Позиция безучастности и стратегия «бегства от реальности» принципиально различны даже тогда, когда по художественным результатам они почти совпадают, как, например, в случае похожести картин Ани Жёлудь и Дмитрия Краснопевцева. Это различие заложено в побудительных мотивах. В одном случае речь идёт о смирении, отказе от бунта и согласии принять условия, которые предлагает современное общество. А в другом — о страхе. Советские нонконформисты 1960‑х годов (не только художники, но и литераторы) во многом были движимы этим чувством. Идеологические структуры обязывали их к следованию детализированным нормам и пугали неотвратимым наказанием вследствие их нарушения. Эстетическое инакомыслие приравнивалось к политическому. А потому всякий, кто желал говорить своим голосом и смотреть на современный мир своими глазами, готовился к ответной агрессии власти. Угроза редко приводилась в исполнение. Но постоянный страх людей, не желавших иметь дело с советской действительностью и не имевших сил ей противостоять, толкал их на путь «эскапизма», отправляя в ретроспективное плавание по прошлым, а потому безопасным культурам. Кто‑то мнил себя учеником Дюрера, кто‑то «малым голландцем», иной — соратником Оскара Уайльда и т. д. Дело не ограничивалось стилизацией. Обретение второго, ретроспективного «Я» в качестве посла своей личности открывало возможность первому «Я» быть свободным от нравственных страданий, обманывать, хитрить, формально и механистически исполнять все требуемые коммунистами предписания. Эскапизм был не только личной программой, но даже и узаконенной практикой советской жизни. Я, например, столкнулся в аспирантуре МГУ с форменным запретом заниматься современным искусством. «Только до символизма и модерна — дальше нельзя», — сказал мне Д. В. Сарабьянов при обсуждении темы диссертации. Сегодня мелочная опека художников закончилась. Они предоставлены сами себе и не ощущают ни гонений, ни поддержки. Жизнь социума для них как гул соседей, но не за стенкой коммуналки с общими для всех ванной и кухней, с неизбежными встречами в коридоре. Нет, они словно бы живут в другой квартире. И бывает, что с родным социумом они годами не сталкиваются, а уже тем более — не радеют за него душой.

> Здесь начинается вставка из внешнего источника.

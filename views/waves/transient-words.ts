/**
 * A transient in words, beside its plot: how far the output and the coupling capacitor overshoot, their
 * peak voltages, and how long the output takes to settle; and for the SEPIC family whether the coupling
 * network (Cs with the two inductors) rings, with the remedy when it does.
 *
 * Why it rings: an input step drives Cs through the series L–C of the coupling network; an undamped
 * second-order network answers a step by swinging to twice the step (100 % overshoot) — common practice.
 * The usual remedies are a coupled inductor (Cs then works against the windings' leakage instead of the
 * full L2, and the winding coupling ties the two currents together) or an R–C damping leg across Cs;
 * the damping-leg design follows the optimal-damping method of Erickson & Maksimović, Fundamentals of
 * Power Electronics, 2nd ed., Kluwer 2001, input-filter chapter (from memory). Common practice.
 */
import type { TopologyId } from '../../src/engine/types.ts';
import { formatSiShort } from '../../src/units/format.ts';

/** Cs overshoot ratio at and above which the coupling network is called ringing (towards 2×). */
export const RINGING_RATIO = 1.5;
/**
 * Cs overshoot ratio at or below which a damped network is called well damped: the step overshoot of a
 * second-order network with damping ratio ζ ≈ 0.28, 1 + exp(−πζ/√(1−ζ²)) ≈ 1.4 (common practice), well
 * under the 2 × of the undamped network. The Rd–Cd legs this tool sizes land at 1.3–1.4 in the engine.
 */
export const WELL_DAMPED_RATIO = 1.4;

export interface TransientFacts {
  analysis: 'startup' | 'step';
  topology: TopologyId;
  /** Peak excursion over the final change, by signal ('out.v', 'Cs.v'); 1 = no overshoot. */
  overshoot?: Record<string, number>;
  /** Peak voltages reached (V), by signal. */
  peaks?: Record<string, number>;
  settlingTimeS?: number;
  /** Output voltage at the end of the run (V). */
  finalOutV?: number;
  /** The input step applied (V), for 'step'; fromSpec: the rail spec names it (else the default step). */
  step?: { fromV: number; toV: number; fromSpec: boolean };
  /** False when the run ended before the states reached the final periodic steady state. */
  settled?: boolean;
  /** Largest |current| of each inductor over the run (A), by part name ('L1'). */
  inductorPeaksA?: Record<string, number>;
}

const v = (x: number) => formatSiShort(x, 'V', 3);
const ratio = (r: number) => `${r.toFixed(2)} ×`;
const percent = (r: number) => `${Math.round((r - 1) * 100)} %`;

/** The overshoot ratio in words: "1.93 × the final change (93 % overshoot)"; "no overshoot" at ≤ 1. */
export function overshootWords(r: number): string {
  if (!(r > 1.005)) return 'no overshoot';
  return `${ratio(r)} the final change (${percent(r)} overshoot)`;
}

function opening(f: TransientFacts): string {
  if (f.analysis === 'startup') {
    return `Start-up from zero at nominal input and full load${f.finalOutV !== undefined ? `, to ${v(f.finalOutV)}` : ''}.`;
  }
  if (!f.step) return 'Input step at full load.';
  const { fromV, toV, fromSpec } = f.step;
  const change = Math.round(((toV - fromV) / fromV) * 100);
  const why = fromSpec ? "the spec's step" : `${change >= 0 ? '+' : ''}${change} %; the spec names no step`;
  return `Input step from ${v(fromV)} to ${v(toV)} at full load (${why}), duty held at its value for ${v(fromV)} (open loop).`;
}

function outputSentence(f: TransientFacts): string | undefined {
  const parts: string[] = [];
  const os = f.overshoot?.['out.v'];
  const peak = f.peaks?.['out.v'];
  if (peak !== undefined) parts.push(`peaks at ${v(peak)}`);
  if (os !== undefined) parts.push(`${parts.length ? 'that is ' : ''}${overshootWords(os)}`);
  if (f.settlingTimeS !== undefined && Number.isFinite(f.settlingTimeS)) {
    parts.push(`settles within 2 % of its final change in ${formatSiShort(f.settlingTimeS, 's', 3)}`);
  }
  return parts.length ? `Output: ${parts.join(', ')}.` : undefined;
}

function couplingSentence(f: TransientFacts): string | undefined {
  const os = f.overshoot?.['Cs.v'];
  const peak = f.peaks?.['Cs.v'];
  if (os === undefined && peak === undefined) return undefined;
  const parts: string[] = [];
  if (peak !== undefined) parts.push(`peaks at ${v(peak)}`);
  if (os !== undefined) parts.push(overshootWords(os));
  return `Coupling capacitor Cs: ${parts.join(', ')}.`;
}

function inductorSentence(f: TransientFacts): string | undefined {
  const peaks = Object.entries(f.inductorPeaksA ?? {}).filter(([, a]) => Number.isFinite(a));
  if (peaks.length === 0) return undefined;
  const list = peaks.map(([name, a]) => `${formatSiShort(a, 'A', 3)} (${name})`).join(' and ');
  const advice =
    f.analysis === 'startup'
      ? 'the inductors must not saturate there, or a soft-start must limit it'
      : 'check it against the inductors’ saturation current';
  return `Inductor current peaks at ${list} during this run: ${advice}.`;
}

/** Whether the coupling network rings, and what to do about it; only where a Cs overshoot is known. */
export function ringingVerdict(topology: TopologyId, csOvershoot: number | undefined): string | undefined {
  if (csOvershoot === undefined || !Number.isFinite(csOvershoot)) return undefined;
  const r = ratio(csOvershoot);
  const pct = `${percent(csOvershoot)} overshoot, against about 100 % for an undamped coupling network`;
  if (topology === 'sepic-damped') {
    return csOvershoot <= WELL_DAMPED_RATIO
      ? `Well damped: the Rd–Cd leg across Cs holds its swing to ${r} the step (${pct}).`
      : `The Rd–Cd leg damps the coupling network only partly: Cs swings to ${r} the step (${pct}); revisit Rd and Cd.`;
  }
  if (csOvershoot < RINGING_RATIO) {
    return topology === 'sepic-coupled'
      ? `The coupled inductor keeps the coupling network quiet: Cs swings to ${r} the step (${pct}).`
      : `The coupling network rings little: Cs swings to ${r} the step (${pct}).`;
  }
  const network = 'the coupling network (Cs between the two inductors) is lightly damped';
  if (topology === 'sepic-coupled') {
    return `Visible ringing: ${network}; Cs swings to ${r} the step (${pct}). The coupled inductor alone does not damp it here; an Rd–Cd damping leg across Cs would.`;
  }
  const remedy =
    topology === 'sepic'
      ? 'Remedy: a coupled inductor (the sepic-coupled candidates) or an Rd–Cd damping leg across Cs (sepic-damped).'
      : 'Remedy: an Rd–Cd damping leg across Cs, or a coupled-inductor variant of this stage.';
  return `Visible ringing: ${network}; Cs swings to ${r} the step, about the 2 × an undamped network reaches. ${remedy}`;
}

/** Sentences for the transient's caption, in reading order. */
export function describeTransient(f: TransientFacts): string[] {
  return [
    opening(f),
    outputSentence(f),
    couplingSentence(f),
    inductorSentence(f),
    f.analysis === 'step' ? ringingVerdict(f.topology, f.overshoot?.['Cs.v']) : undefined,
    f.settled === false
      ? 'The run stopped at its length cap before reaching the final steady state: the figures are those of the simulated window.'
      : undefined,
  ].filter((s): s is string => s !== undefined);
}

Эрик Булатов. Из серии «Насрать», 2019
Предоставлено BPS22, Музеем современного искусства провинции Эно (Бельгия) с разрешения художника

Возвращаясь к популярности термина «эскапизм», её следует объяснять, мне кажется, симптомами, которые проступают на теле не искусства, а самого нашего общества. Ибо некомпетентность, недостаточная образованность, неверие в собственные силы, отсутствие пассионарности порождают и поддерживают в душах наших правителей и в массе бюрократического класса ощущение паники. Нет возможности не то что обогнать, даже следовать в общем фарватере движения мира. Нет сил соответствовать нормам и вызовам времени. Отсюда бесконечный обман, притворство, воровство ресурсов и достижений и — как радикальная мера — попытка выстроить современную жизнь по лекалам и законам канувшего в историю советского режима. Художники не бегут от реальности. Они ею не востребованы. Лёжа на пригорке, с травинкой в зубах, они безучастно наблюдают исторический побег российского общества под девизом «Назад в СССР!».